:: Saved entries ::
>>>

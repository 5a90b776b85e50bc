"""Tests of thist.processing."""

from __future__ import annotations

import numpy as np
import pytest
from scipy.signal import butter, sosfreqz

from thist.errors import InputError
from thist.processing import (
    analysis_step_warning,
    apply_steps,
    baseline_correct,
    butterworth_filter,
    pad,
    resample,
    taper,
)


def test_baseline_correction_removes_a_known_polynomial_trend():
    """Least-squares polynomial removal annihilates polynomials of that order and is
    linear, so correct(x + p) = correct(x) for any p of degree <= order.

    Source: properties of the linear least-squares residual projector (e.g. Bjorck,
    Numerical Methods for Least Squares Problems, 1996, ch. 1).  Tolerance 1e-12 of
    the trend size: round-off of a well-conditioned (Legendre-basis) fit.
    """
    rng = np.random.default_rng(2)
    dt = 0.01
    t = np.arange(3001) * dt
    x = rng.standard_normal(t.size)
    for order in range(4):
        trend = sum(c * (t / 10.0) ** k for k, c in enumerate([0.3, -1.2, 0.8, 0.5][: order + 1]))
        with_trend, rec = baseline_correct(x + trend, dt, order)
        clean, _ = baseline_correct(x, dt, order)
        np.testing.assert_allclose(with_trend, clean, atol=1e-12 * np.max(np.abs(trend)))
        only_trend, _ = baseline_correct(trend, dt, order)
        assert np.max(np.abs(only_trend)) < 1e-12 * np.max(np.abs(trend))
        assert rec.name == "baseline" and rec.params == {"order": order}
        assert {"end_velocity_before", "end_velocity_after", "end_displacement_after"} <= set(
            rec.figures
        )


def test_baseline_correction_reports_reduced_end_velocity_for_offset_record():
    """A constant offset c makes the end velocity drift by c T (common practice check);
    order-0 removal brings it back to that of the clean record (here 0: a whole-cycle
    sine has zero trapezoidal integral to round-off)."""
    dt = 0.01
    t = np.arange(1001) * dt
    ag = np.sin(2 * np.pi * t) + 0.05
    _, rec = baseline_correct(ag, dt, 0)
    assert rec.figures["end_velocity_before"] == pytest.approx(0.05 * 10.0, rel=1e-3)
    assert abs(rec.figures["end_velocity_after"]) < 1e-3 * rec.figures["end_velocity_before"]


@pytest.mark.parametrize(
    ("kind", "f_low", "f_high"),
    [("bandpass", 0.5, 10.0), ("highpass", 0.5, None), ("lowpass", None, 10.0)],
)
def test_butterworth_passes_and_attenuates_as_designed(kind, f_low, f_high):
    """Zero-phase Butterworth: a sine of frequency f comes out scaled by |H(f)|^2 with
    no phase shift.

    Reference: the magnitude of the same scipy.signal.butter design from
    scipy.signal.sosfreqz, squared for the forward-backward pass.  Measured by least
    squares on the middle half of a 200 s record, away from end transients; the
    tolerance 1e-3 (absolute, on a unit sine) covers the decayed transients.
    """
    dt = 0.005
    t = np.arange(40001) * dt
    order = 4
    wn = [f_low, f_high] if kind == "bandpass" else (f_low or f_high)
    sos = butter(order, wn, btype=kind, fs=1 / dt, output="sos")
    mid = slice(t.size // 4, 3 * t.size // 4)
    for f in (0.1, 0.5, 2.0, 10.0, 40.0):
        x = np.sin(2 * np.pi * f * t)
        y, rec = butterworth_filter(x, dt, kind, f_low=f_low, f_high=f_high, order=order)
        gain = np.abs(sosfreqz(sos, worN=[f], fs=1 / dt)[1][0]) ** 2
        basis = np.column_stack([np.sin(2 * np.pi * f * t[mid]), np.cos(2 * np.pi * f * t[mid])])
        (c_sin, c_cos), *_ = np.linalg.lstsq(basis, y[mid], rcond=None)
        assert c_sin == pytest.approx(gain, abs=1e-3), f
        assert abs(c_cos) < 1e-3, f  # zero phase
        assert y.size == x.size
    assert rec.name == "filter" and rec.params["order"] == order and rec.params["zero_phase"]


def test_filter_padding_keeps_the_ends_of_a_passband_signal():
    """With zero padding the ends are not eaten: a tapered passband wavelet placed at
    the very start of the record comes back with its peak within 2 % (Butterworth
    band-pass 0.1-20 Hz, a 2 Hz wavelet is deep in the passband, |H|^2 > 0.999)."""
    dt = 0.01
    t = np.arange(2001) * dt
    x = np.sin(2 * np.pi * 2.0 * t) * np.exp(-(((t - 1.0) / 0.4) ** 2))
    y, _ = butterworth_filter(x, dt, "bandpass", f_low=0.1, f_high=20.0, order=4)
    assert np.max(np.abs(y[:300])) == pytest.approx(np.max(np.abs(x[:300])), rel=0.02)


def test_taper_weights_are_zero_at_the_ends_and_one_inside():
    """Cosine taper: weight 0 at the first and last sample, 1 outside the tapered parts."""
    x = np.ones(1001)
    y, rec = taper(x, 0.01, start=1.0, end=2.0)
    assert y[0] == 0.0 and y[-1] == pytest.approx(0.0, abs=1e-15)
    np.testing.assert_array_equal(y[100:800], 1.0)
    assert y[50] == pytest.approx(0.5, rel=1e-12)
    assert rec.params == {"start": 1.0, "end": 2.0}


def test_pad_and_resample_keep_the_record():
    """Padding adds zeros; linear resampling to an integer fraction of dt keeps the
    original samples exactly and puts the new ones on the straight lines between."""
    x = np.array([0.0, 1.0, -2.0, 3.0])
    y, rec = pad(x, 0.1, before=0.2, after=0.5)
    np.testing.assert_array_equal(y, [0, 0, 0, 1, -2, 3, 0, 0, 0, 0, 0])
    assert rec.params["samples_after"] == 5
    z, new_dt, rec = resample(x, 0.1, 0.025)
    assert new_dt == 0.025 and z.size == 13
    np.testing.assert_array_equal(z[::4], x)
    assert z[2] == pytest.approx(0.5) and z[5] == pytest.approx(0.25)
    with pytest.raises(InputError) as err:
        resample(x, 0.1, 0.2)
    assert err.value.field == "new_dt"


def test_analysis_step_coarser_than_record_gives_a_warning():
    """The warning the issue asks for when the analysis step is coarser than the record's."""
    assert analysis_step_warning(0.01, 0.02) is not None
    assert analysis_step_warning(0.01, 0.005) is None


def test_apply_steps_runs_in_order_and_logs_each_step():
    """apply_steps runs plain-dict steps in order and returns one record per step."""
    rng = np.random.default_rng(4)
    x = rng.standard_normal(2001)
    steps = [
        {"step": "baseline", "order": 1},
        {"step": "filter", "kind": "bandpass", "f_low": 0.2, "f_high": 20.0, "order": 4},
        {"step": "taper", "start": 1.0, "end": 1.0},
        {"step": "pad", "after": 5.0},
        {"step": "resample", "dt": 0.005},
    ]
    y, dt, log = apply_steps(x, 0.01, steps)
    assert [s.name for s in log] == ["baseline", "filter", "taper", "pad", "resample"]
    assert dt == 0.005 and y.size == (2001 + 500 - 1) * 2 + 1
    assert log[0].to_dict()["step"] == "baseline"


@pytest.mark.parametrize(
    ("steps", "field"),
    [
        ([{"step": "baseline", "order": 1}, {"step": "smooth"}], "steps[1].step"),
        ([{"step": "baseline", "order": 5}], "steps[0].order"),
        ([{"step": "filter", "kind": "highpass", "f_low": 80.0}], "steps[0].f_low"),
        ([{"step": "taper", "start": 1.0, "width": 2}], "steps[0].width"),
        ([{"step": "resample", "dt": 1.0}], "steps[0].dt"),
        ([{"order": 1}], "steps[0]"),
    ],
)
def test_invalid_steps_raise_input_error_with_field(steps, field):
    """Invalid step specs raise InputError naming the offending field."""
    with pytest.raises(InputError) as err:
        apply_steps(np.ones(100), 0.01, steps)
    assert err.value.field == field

<<<
>>>

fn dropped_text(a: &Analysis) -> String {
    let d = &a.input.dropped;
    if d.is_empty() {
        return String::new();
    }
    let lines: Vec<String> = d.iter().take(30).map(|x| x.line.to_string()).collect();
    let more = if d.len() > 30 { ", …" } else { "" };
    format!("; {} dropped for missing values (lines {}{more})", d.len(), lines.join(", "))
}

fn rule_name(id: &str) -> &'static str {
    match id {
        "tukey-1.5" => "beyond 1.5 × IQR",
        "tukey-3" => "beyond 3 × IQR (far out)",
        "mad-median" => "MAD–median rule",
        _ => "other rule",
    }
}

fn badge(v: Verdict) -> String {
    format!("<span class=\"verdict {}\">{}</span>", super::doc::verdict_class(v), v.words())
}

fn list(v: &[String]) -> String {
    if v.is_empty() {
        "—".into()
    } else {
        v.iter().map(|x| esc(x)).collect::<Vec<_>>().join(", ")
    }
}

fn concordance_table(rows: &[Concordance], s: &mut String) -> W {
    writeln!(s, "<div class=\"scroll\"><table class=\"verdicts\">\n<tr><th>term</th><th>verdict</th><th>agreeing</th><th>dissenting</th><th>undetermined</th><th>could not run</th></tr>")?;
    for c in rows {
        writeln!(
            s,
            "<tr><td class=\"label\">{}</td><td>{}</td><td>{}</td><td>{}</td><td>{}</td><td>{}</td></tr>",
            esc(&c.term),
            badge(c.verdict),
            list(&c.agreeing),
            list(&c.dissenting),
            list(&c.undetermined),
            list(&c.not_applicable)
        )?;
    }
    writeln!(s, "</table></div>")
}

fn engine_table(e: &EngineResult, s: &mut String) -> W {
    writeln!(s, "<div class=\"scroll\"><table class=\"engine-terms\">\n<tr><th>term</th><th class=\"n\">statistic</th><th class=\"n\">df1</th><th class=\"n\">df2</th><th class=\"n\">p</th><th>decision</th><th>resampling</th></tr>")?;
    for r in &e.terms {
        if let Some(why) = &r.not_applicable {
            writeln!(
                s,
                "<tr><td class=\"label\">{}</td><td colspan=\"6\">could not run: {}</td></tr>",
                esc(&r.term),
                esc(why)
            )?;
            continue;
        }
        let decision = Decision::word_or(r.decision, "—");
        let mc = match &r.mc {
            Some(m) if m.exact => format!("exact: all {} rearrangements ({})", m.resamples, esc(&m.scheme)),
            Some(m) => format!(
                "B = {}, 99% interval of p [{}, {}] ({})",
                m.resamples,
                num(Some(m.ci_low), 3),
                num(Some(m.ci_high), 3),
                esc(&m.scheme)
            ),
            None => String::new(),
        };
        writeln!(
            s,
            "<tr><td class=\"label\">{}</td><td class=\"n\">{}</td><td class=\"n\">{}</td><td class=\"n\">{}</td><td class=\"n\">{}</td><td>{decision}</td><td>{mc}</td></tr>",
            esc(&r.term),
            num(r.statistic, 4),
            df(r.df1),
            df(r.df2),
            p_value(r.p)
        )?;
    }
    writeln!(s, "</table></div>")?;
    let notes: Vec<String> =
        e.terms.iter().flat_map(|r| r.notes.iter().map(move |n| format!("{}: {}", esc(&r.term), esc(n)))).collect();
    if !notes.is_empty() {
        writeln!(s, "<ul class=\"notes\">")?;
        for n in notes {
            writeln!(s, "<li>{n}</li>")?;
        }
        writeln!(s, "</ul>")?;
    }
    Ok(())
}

<<<

:: Problem requirements ::
Taking the entries above, write out exactly each line from the one holding "repository 5a90b776b85e50bc" to the one holding "(common practice check);", both included, and stop there.

:: Task solution ::
repository 5a90b776b85e50bc
"""Tests of thist.processing."""

from __future__ import annotations

import numpy as np
import pytest
from scipy.signal import butter, sosfreqz

from thist.errors import InputError
from thist.processing import (
    analysis_step_warning,
    apply_steps,
    baseline_correct,
    butterworth_filter,
    pad,
    resample,
    taper,
)


def test_baseline_correction_removes_a_known_polynomial_trend():
    """Least-squares polynomial removal annihilates polynomials of that order and is
    linear, so correct(x + p) = correct(x) for any p of degree <= order.

    Source: properties of the linear least-squares residual projector (e.g. Bjorck,
    Numerical Methods for Least Squares Problems, 1996, ch. 1).  Tolerance 1e-12 of
    the trend size: round-off of a well-conditioned (Legendre-basis) fit.
    """
    rng = np.random.default_rng(2)
    dt = 0.01
    t = np.arange(3001) * dt
    x = rng.standard_normal(t.size)
    for order in range(4):
        trend = sum(c * (t / 10.0) ** k for k, c in enumerate([0.3, -1.2, 0.8, 0.5][: order + 1]))
        with_trend, rec = baseline_correct(x + trend, dt, order)
        clean, _ = baseline_correct(x, dt, order)
        np.testing.assert_allclose(with_trend, clean, atol=1e-12 * np.max(np.abs(trend)))
        only_trend, _ = baseline_correct(trend, dt, order)
        assert np.max(np.abs(only_trend)) < 1e-12 * np.max(np.abs(trend))
        assert rec.name == "baseline" and rec.params == {"order": order}
        assert {"end_velocity_before", "end_velocity_after", "end_displacement_after"} <= set(
            rec.figures
        )


def test_baseline_correction_reports_reduced_end_velocity_for_offset_record():
    """A constant offset c makes the end velocity drift by c T (common practice check);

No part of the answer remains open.